* [ASSIGNMENT] What lines in the records below hold the string "table"? Please show them.

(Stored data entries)
══════════════════════════════
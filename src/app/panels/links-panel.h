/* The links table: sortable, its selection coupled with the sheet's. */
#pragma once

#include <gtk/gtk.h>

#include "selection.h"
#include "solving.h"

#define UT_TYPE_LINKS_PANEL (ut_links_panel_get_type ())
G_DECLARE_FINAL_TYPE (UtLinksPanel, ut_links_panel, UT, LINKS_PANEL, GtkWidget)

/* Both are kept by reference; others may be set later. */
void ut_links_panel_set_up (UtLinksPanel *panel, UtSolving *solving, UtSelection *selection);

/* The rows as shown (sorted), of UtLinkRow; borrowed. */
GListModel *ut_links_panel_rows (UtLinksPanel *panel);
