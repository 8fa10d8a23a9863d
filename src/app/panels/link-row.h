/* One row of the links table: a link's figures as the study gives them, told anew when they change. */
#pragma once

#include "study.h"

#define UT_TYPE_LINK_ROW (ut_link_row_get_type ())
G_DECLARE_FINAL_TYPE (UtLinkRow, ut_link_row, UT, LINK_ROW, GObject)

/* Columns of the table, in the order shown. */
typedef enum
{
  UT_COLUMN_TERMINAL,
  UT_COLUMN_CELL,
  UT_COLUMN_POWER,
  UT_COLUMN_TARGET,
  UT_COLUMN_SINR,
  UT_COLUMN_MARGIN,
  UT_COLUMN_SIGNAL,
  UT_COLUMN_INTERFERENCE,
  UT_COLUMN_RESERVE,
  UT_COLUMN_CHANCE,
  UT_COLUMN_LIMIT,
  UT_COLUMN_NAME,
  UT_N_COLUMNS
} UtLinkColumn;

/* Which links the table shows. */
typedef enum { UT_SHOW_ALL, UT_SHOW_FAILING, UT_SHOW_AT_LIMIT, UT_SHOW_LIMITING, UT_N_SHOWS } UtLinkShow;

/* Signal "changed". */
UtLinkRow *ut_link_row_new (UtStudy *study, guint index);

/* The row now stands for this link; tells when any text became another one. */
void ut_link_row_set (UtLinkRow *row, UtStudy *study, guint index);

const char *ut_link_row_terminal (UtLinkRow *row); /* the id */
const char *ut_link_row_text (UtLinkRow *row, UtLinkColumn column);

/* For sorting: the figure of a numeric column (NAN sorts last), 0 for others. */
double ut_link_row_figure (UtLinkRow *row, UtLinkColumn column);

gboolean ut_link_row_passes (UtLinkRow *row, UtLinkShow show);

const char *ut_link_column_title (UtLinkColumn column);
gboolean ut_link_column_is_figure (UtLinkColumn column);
══════════════════════════════
* [ANSWER BOX]
/* The links table: sortable, its selection coupled with the sheet's. */
/* One row of the links table: a link's figures as the study gives them, told anew when they change. */
/* Columns of the table, in the order shown. */
/* Which links the table shows. */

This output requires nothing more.